> **YOUR TASK**: Copy each line of the data below with the word "ndarray".
TASK DATA Start Marker
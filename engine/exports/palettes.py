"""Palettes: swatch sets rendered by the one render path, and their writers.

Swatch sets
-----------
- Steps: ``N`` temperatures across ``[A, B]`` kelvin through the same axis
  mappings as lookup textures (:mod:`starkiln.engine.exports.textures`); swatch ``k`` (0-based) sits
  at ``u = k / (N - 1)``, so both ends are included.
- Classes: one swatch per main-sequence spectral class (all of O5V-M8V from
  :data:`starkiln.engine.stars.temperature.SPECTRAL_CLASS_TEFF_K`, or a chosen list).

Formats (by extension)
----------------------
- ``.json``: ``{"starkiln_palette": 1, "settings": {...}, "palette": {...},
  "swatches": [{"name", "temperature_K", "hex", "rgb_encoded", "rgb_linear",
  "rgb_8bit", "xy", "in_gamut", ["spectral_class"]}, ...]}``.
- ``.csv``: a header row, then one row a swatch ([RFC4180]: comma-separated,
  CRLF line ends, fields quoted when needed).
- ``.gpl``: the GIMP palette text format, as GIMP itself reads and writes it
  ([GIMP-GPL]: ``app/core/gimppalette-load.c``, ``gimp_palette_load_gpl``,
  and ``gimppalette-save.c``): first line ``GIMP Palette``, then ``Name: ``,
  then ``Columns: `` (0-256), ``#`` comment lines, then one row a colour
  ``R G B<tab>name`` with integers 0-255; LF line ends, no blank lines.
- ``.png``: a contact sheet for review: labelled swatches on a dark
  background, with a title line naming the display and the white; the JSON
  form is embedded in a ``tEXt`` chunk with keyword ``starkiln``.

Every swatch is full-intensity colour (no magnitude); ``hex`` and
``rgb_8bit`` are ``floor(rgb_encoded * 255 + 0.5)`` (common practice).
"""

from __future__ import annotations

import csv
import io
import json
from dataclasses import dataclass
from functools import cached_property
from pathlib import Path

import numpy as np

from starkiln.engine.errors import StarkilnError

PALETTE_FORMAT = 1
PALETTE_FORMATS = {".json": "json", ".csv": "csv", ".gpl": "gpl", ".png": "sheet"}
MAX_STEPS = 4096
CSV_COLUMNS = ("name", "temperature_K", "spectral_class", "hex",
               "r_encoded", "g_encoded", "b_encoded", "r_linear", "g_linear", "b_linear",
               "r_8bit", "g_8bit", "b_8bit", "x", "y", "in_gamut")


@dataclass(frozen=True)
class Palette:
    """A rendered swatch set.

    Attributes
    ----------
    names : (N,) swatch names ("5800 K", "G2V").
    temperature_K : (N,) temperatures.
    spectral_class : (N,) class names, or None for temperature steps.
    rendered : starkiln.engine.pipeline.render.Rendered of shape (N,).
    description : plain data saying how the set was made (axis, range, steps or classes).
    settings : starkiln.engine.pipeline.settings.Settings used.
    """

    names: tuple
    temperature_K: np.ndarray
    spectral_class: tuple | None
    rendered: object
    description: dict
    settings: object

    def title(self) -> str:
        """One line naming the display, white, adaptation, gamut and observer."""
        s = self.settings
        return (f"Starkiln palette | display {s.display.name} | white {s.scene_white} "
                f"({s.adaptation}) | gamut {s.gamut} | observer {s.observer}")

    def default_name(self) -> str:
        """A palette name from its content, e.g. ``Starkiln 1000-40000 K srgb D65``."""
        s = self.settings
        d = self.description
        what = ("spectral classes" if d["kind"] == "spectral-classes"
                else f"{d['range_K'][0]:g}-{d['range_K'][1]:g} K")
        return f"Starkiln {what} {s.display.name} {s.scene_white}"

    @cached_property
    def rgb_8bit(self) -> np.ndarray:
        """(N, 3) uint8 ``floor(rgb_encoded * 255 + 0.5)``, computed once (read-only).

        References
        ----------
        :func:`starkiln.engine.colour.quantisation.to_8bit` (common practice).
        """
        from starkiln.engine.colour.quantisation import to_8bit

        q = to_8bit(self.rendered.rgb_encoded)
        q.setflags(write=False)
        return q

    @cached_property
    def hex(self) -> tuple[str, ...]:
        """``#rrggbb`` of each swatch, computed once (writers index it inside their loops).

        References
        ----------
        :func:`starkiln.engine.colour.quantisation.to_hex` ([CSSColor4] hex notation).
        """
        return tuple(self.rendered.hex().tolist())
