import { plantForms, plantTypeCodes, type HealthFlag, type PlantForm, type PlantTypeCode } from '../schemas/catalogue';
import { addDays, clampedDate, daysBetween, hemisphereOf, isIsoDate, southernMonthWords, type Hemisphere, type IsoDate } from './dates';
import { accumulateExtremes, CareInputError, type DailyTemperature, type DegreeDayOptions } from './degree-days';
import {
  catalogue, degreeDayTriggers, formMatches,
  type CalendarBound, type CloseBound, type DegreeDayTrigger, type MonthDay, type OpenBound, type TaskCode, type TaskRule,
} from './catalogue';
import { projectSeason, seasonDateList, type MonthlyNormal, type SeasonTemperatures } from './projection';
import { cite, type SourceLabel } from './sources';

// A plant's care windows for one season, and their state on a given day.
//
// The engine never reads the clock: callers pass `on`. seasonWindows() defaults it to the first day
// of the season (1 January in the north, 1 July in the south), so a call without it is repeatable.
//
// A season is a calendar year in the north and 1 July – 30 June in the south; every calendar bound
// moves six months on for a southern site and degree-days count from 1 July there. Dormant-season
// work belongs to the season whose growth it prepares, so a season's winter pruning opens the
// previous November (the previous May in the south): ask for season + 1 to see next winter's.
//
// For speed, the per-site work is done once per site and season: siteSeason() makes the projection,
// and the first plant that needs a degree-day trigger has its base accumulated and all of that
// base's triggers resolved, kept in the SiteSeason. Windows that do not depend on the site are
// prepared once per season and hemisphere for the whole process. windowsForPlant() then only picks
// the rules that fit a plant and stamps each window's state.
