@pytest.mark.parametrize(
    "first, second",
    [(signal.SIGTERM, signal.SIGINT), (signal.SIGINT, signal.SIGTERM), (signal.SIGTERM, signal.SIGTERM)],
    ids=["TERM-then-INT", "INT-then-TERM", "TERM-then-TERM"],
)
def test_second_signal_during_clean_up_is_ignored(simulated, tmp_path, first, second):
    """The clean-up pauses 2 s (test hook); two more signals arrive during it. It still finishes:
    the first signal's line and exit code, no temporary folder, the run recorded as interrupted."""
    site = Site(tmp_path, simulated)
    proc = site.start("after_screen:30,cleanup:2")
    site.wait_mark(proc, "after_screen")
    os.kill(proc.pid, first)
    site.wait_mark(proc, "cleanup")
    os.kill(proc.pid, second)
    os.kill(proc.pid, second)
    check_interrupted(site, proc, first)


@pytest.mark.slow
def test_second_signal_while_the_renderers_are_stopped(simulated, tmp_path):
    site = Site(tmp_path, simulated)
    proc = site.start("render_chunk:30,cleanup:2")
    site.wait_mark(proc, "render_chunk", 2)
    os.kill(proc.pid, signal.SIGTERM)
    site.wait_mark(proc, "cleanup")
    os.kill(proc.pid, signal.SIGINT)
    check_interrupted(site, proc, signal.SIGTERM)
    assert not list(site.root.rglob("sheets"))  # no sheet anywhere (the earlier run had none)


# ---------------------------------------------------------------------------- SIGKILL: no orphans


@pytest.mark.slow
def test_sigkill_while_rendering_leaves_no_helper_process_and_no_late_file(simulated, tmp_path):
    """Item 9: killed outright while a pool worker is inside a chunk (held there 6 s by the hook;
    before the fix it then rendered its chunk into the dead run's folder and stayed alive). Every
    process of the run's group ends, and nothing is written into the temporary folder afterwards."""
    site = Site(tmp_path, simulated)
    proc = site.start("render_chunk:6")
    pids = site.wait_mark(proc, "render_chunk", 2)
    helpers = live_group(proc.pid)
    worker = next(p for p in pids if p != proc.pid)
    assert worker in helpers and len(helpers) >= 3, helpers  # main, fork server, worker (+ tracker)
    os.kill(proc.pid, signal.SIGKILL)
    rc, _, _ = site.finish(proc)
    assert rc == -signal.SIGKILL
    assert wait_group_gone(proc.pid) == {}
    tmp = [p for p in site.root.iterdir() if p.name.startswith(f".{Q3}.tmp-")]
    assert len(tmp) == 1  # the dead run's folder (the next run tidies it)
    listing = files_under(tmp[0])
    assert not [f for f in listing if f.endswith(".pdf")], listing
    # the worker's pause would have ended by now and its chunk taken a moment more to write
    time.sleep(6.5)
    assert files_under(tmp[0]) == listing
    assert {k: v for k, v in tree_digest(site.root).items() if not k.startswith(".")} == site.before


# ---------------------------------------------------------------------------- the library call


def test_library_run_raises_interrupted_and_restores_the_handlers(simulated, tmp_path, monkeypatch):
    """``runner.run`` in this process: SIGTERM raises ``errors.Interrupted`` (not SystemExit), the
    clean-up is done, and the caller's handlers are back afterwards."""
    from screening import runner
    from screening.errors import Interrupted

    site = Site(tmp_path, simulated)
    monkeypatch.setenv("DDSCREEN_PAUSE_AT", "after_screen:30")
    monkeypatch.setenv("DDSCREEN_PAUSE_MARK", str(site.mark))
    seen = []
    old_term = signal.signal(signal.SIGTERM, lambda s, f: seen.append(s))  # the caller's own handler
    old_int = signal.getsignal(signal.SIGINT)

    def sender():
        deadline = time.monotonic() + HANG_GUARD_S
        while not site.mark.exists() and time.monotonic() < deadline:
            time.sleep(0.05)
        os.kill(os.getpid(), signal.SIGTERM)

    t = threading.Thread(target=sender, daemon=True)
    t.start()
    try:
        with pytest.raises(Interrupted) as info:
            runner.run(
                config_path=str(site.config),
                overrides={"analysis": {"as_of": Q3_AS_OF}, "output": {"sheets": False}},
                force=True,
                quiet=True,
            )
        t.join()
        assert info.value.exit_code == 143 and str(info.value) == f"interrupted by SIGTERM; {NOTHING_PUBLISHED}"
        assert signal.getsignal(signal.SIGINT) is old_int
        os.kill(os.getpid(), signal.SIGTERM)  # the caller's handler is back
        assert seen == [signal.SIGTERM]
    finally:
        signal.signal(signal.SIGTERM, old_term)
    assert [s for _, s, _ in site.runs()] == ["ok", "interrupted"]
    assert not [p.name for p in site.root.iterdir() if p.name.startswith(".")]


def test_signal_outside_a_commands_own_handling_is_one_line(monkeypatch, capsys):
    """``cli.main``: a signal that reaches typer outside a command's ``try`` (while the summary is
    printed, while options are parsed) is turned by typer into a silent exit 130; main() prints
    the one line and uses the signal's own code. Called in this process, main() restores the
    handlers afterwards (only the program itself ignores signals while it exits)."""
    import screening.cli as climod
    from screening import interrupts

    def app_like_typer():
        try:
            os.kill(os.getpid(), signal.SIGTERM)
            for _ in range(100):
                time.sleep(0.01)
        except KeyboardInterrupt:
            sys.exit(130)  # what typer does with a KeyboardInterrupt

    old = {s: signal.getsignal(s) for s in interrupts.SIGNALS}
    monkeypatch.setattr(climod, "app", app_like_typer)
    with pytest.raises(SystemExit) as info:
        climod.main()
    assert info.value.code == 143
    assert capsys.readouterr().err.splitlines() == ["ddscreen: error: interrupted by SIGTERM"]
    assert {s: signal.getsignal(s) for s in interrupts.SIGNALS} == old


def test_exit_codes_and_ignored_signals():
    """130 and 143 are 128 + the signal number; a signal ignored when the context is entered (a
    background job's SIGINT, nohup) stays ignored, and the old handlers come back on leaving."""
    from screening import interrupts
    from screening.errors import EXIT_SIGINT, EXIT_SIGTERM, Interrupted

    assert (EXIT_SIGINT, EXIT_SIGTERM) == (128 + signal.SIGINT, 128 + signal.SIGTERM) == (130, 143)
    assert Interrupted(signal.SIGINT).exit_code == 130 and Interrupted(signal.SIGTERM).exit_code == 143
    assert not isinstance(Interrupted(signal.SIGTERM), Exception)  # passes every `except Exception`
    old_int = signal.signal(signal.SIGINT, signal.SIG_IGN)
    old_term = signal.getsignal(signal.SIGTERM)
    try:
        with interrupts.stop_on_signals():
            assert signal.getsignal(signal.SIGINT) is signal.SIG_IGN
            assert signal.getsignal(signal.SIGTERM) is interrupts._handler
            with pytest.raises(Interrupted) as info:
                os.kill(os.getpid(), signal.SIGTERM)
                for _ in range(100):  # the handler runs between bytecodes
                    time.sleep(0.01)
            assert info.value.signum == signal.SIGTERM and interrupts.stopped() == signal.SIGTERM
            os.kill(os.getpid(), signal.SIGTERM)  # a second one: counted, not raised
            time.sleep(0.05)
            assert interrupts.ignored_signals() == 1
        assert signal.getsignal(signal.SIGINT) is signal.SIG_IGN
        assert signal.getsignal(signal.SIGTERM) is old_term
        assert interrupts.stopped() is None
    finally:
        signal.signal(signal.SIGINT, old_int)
TASK DATA End Marker
> **WRITTEN RESPONSE**:
    temperature_K: np.ndarray
    def rgb_8bit(self) -> np.ndarray:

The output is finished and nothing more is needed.